§ **Work instructions**
From the records below, transcribe only the lines running from the one with "if err != nil ||" through the one with "2*6) / 8.0, 2". Keep both of those end lines.

(Stored data entries)
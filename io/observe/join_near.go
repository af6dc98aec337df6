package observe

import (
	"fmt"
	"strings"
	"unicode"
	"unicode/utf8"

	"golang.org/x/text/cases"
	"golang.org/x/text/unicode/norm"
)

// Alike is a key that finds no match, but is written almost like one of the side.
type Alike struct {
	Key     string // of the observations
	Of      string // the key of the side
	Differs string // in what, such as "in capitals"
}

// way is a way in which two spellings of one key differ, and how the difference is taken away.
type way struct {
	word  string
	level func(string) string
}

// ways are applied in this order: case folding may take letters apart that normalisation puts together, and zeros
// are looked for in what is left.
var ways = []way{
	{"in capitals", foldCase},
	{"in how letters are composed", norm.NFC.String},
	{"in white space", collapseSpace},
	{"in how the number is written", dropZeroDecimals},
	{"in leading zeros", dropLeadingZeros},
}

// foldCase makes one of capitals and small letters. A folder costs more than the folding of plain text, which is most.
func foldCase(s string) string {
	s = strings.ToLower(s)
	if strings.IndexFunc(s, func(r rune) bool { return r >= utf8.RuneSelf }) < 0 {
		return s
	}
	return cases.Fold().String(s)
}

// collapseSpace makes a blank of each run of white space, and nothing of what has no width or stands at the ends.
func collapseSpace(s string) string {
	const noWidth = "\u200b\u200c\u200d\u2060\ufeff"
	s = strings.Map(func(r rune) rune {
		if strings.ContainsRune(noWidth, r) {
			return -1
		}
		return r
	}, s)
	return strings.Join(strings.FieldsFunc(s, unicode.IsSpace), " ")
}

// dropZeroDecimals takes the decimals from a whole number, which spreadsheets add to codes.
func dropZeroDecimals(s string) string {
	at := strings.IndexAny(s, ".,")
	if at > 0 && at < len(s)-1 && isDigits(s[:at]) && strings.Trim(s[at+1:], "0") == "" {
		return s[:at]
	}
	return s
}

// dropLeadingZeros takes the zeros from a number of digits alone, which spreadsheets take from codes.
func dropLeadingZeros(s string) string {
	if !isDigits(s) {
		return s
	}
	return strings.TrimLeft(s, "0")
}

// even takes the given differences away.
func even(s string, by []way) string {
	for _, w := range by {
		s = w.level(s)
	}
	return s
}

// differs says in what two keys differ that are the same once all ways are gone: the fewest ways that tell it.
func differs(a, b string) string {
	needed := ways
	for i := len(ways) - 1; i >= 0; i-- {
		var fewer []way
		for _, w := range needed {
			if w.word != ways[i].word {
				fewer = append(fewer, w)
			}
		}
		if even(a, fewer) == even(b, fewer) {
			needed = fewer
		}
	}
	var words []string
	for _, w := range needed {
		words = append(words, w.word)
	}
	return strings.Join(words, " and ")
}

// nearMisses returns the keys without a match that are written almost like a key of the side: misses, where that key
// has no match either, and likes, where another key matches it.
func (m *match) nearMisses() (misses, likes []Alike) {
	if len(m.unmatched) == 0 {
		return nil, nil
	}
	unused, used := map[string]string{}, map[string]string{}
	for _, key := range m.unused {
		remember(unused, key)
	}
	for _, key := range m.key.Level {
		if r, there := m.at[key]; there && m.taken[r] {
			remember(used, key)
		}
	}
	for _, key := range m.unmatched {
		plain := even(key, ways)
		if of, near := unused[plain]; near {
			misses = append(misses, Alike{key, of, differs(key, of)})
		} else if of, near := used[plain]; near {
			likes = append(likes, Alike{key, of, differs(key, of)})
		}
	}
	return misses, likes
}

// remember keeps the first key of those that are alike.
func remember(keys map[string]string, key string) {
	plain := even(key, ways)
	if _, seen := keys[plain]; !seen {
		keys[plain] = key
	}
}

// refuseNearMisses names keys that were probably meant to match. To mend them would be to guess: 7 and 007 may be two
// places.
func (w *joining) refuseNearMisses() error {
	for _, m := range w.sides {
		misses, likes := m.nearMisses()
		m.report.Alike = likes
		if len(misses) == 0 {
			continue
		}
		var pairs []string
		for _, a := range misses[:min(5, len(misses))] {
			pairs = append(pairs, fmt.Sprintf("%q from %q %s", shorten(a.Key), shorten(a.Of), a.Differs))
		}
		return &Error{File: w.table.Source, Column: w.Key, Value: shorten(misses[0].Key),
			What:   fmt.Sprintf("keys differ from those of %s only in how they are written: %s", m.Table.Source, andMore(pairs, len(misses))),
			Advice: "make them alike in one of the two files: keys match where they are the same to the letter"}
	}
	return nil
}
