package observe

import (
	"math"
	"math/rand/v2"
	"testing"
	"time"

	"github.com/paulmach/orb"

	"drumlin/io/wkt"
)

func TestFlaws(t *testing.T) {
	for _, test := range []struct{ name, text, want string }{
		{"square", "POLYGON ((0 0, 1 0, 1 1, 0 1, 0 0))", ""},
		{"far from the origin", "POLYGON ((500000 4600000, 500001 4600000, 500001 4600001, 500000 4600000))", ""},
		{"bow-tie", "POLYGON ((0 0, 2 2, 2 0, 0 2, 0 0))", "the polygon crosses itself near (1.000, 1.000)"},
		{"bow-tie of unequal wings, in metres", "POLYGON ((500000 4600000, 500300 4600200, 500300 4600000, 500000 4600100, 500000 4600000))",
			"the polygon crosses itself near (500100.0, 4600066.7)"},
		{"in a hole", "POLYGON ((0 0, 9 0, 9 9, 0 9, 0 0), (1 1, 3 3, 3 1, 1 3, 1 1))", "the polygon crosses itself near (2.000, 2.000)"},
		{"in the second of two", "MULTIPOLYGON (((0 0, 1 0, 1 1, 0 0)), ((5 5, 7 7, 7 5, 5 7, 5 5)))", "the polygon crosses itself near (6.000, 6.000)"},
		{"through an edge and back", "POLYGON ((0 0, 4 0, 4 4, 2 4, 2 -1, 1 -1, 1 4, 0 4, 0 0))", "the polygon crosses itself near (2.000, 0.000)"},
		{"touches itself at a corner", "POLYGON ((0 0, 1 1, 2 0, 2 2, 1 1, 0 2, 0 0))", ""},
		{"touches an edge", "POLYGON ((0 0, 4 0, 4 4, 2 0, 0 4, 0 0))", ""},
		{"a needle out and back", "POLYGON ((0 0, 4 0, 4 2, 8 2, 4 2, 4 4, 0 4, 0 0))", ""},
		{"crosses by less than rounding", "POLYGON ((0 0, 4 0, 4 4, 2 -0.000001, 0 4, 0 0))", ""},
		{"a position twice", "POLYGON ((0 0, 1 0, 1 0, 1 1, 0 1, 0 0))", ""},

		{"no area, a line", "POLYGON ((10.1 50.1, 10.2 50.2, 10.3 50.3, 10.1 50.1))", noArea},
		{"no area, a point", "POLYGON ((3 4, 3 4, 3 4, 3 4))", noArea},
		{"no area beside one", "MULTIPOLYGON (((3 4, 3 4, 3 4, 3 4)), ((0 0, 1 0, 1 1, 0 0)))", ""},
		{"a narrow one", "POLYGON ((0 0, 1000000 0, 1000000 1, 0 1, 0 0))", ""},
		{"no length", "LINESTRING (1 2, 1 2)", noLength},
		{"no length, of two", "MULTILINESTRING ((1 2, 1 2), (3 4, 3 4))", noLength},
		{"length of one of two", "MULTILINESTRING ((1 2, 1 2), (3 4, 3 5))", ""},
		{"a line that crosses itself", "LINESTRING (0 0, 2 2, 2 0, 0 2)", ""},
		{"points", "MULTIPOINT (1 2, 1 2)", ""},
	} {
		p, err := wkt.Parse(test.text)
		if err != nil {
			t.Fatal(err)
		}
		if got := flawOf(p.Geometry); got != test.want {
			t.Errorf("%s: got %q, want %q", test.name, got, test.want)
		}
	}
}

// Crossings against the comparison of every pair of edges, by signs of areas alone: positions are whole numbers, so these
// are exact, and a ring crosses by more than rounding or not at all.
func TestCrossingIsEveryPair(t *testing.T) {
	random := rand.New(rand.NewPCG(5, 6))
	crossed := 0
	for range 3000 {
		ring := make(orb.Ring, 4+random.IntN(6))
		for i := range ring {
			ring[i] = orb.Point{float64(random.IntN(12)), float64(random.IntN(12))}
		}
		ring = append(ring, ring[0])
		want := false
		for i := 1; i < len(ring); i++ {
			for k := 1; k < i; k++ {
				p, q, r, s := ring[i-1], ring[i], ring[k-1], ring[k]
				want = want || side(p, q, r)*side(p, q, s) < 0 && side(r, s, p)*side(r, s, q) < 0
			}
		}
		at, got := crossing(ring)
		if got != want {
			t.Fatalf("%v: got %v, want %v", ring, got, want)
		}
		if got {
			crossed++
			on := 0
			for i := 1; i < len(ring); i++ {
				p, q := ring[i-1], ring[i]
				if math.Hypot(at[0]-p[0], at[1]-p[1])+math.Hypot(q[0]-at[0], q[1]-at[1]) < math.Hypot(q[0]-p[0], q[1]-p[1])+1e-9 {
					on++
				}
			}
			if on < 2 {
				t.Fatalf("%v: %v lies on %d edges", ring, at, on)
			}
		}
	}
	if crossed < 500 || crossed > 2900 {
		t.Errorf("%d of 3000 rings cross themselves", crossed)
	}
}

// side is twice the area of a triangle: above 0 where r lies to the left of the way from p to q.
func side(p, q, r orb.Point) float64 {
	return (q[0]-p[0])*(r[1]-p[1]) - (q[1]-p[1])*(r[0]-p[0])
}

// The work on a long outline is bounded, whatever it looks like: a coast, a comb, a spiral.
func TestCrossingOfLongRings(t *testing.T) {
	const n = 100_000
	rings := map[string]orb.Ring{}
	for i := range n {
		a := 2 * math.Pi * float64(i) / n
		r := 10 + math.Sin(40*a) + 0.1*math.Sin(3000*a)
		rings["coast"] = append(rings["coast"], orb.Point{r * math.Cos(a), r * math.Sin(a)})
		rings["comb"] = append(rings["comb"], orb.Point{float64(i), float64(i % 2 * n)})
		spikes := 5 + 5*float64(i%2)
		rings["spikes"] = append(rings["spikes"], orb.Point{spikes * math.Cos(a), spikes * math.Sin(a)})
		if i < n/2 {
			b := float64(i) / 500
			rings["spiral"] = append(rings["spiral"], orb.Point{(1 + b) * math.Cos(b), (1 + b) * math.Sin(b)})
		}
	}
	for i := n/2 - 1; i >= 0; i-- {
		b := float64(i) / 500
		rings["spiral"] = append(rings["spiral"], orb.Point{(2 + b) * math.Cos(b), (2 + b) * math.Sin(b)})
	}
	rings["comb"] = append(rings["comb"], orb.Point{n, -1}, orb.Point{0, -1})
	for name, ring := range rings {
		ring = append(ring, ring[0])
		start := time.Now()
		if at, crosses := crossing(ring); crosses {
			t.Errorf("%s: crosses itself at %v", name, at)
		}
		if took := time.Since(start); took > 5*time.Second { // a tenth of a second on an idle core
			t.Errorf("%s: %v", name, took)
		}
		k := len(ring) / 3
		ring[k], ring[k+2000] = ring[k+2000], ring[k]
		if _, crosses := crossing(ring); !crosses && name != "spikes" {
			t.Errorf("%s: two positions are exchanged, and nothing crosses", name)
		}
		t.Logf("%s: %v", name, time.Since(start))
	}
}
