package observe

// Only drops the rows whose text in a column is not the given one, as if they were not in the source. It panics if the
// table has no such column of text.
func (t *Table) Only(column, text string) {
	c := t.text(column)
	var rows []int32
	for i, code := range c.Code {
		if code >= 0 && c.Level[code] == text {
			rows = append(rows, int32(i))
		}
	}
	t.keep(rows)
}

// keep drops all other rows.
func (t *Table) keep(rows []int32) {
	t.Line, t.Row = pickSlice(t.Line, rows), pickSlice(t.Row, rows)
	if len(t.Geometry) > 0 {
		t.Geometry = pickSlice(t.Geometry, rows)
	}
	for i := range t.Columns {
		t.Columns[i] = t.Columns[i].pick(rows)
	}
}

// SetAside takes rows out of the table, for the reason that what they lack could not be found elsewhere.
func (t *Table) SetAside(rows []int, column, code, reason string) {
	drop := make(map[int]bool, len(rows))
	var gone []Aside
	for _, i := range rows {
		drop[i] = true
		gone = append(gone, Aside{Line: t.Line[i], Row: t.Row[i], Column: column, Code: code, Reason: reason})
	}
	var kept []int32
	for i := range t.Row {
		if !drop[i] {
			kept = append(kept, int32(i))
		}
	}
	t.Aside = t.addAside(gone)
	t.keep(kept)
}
* * *
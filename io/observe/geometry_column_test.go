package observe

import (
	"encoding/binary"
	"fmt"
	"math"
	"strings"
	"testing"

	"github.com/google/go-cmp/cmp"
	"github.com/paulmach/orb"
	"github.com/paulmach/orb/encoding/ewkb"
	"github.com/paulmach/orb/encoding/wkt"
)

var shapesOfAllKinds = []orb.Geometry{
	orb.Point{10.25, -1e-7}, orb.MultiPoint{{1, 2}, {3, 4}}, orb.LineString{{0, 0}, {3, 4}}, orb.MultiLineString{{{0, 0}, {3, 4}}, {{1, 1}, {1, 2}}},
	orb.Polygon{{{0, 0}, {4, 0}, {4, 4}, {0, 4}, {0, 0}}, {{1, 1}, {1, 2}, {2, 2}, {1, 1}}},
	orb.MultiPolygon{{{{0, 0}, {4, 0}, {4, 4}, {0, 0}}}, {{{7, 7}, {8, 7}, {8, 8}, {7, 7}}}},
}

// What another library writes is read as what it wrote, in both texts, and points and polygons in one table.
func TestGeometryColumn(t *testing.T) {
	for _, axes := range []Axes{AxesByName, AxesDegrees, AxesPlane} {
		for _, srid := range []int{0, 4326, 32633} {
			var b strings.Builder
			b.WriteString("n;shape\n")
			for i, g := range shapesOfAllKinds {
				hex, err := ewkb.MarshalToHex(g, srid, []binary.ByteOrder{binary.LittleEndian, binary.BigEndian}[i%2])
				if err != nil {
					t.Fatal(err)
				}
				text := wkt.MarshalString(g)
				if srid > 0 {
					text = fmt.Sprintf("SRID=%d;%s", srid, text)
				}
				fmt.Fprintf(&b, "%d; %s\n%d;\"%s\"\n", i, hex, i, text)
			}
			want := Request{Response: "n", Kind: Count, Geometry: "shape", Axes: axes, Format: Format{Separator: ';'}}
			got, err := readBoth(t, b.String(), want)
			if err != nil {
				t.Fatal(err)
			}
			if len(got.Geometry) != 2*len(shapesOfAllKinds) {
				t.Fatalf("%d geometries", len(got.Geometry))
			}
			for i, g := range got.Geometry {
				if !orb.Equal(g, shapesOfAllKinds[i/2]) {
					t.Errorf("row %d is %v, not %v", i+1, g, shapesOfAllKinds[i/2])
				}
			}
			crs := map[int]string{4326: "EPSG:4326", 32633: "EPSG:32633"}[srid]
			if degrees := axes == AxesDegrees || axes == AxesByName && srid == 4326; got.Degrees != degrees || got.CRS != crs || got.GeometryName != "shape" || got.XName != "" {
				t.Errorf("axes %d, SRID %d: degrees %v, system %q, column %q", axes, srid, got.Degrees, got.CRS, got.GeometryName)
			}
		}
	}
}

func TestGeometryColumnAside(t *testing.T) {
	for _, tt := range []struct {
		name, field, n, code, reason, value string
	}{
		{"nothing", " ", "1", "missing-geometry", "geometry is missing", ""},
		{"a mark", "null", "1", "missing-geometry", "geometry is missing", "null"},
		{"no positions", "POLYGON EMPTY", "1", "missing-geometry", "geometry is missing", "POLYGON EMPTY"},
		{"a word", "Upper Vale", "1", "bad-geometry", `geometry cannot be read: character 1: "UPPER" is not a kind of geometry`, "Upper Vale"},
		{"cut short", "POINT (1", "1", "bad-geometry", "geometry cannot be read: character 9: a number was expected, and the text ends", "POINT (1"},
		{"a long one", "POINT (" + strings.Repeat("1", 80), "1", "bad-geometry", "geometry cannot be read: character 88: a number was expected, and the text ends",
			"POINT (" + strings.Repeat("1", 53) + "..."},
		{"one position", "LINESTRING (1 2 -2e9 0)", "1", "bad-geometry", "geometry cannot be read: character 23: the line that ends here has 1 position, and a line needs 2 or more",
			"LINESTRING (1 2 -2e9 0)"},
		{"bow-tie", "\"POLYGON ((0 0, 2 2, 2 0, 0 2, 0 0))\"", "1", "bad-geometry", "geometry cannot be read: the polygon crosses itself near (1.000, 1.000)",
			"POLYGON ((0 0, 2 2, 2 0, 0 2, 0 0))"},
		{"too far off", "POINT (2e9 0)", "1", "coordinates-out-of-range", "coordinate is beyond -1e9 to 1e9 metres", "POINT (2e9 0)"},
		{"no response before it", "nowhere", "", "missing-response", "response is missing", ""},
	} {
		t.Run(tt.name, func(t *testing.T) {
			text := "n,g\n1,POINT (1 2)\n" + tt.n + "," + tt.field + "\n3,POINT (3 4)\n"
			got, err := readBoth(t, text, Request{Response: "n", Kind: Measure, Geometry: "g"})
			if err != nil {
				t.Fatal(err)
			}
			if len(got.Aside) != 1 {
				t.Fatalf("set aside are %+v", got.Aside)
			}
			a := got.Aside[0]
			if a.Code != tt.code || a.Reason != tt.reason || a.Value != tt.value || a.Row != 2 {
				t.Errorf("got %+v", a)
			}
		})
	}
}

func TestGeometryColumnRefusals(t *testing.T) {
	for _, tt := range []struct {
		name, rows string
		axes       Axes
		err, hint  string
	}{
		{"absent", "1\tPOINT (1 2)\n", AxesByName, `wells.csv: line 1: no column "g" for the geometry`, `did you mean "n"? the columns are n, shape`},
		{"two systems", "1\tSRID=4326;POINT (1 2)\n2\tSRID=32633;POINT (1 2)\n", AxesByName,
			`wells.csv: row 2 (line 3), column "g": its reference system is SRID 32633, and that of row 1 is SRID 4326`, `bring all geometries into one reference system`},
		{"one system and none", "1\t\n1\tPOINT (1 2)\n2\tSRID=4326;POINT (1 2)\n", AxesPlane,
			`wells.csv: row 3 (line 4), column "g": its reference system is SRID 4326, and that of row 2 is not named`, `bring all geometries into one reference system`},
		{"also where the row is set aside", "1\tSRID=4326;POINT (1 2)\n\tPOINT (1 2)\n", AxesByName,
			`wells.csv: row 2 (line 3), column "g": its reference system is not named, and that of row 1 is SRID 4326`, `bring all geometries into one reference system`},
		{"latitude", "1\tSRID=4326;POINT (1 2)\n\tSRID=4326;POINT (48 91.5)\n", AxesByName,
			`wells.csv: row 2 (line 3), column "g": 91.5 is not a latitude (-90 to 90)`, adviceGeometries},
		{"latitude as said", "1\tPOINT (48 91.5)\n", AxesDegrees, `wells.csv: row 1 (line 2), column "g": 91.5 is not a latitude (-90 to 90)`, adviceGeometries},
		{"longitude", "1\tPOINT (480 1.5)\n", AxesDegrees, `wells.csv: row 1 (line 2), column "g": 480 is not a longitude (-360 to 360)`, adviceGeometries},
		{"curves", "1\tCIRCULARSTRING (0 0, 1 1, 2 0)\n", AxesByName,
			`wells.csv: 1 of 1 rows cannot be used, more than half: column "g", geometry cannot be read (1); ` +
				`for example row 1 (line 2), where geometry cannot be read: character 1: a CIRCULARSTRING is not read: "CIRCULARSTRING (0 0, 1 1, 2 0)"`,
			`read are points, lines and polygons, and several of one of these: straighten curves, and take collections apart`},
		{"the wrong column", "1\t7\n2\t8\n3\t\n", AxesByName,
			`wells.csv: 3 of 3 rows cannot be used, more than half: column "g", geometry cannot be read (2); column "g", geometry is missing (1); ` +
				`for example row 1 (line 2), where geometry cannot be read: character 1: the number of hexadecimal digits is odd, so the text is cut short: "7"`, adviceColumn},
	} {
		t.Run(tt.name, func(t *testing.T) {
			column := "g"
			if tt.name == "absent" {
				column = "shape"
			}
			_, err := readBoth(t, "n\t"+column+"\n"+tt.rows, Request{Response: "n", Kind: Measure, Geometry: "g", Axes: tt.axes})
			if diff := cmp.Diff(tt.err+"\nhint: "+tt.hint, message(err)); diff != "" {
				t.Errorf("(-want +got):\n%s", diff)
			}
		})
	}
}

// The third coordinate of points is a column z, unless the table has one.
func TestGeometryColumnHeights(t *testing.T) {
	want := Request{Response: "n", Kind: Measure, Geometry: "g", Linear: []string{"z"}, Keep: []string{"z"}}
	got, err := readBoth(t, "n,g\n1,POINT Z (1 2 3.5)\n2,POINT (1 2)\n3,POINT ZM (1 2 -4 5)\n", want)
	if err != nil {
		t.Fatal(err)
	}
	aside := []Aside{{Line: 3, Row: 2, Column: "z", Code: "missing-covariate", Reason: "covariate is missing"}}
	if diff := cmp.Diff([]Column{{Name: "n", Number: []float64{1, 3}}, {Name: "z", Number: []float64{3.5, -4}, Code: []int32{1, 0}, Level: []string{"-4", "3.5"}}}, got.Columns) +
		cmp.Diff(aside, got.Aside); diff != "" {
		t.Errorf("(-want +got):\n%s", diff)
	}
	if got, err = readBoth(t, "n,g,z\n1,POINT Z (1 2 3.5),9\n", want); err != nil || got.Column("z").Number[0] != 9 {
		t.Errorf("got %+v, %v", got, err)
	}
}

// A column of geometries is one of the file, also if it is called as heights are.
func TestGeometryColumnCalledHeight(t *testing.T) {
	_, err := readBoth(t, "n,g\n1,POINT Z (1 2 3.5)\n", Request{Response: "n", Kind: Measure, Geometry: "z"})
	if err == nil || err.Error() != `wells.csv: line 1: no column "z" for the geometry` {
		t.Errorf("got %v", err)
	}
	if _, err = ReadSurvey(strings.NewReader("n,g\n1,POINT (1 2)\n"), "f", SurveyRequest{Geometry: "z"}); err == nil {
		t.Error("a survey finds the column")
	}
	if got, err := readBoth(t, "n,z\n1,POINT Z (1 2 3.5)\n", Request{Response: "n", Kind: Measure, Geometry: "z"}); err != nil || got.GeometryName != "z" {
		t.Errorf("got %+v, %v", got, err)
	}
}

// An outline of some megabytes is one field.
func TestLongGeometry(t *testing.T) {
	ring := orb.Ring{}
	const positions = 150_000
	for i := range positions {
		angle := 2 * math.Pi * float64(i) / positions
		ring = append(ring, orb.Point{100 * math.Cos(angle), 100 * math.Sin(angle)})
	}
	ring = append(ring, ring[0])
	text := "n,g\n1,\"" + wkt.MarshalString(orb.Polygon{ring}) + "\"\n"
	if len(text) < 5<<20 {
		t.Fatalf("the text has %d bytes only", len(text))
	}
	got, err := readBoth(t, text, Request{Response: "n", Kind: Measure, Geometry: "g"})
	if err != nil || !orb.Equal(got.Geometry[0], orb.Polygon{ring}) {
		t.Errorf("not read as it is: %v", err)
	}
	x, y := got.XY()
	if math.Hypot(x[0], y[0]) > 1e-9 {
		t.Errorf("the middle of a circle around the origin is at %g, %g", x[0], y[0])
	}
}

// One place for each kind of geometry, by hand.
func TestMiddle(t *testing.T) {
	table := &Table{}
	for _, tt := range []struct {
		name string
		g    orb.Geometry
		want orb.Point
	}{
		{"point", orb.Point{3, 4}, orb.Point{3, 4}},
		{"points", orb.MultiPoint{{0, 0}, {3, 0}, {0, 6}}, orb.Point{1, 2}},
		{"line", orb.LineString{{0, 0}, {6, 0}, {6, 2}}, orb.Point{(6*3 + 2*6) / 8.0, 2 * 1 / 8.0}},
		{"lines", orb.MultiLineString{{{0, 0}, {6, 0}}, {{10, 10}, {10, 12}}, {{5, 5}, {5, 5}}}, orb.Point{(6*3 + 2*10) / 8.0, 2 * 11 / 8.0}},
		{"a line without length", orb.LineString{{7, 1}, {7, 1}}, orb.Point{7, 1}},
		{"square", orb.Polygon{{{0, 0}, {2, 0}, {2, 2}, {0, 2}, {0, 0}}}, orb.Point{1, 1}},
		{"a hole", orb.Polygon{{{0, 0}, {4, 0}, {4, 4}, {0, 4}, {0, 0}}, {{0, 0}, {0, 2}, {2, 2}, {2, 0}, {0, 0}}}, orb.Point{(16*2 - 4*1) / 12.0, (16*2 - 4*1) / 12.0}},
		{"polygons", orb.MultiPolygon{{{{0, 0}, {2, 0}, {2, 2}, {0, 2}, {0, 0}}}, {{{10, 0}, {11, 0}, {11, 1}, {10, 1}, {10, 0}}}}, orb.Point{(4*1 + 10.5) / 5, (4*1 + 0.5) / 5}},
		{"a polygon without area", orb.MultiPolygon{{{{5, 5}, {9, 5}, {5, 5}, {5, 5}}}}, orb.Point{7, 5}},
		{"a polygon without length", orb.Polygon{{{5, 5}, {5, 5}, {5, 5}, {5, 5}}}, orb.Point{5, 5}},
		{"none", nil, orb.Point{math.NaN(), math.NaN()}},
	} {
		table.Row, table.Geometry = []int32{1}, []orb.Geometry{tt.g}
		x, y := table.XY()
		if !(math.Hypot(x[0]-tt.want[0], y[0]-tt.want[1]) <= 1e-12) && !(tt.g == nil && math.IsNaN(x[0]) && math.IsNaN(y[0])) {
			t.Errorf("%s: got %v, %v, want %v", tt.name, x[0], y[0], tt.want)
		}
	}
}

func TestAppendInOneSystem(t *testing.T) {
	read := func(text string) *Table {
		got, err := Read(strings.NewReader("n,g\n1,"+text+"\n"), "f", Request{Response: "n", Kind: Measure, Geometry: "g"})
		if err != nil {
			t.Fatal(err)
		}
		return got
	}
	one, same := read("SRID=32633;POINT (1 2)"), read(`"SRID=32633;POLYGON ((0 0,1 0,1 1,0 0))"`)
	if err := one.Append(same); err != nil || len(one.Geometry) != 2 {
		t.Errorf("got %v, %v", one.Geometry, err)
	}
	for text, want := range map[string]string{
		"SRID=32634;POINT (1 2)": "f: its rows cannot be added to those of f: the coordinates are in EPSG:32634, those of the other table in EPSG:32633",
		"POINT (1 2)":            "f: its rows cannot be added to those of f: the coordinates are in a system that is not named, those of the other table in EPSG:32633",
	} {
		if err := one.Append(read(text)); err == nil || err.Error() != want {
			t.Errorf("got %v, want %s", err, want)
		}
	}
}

§ **Written solution**
	if err != nil || !orb.Equal(got.Geometry[0], orb.Polygon{ring}) {
		t.Errorf("not read as it is: %v", err)
	}
	x, y := got.XY()
	if math.Hypot(x[0], y[0]) > 1e-9 {
		t.Errorf("the middle of a circle around the origin is at %g, %g", x[0], y[0])
	}
}

// One place for each kind of geometry, by hand.
func TestMiddle(t *testing.T) {
	table := &Table{}
	for _, tt := range []struct {
		name string
		g    orb.Geometry
		want orb.Point
	}{
		{"point", orb.Point{3, 4}, orb.Point{3, 4}},
		{"points", orb.MultiPoint{{0, 0}, {3, 0}, {0, 6}}, orb.Point{1, 2}},
		{"line", orb.LineString{{0, 0}, {6, 0}, {6, 2}}, orb.Point{(6*3 + 2*6) / 8.0, 2 * 1 / 8.0}},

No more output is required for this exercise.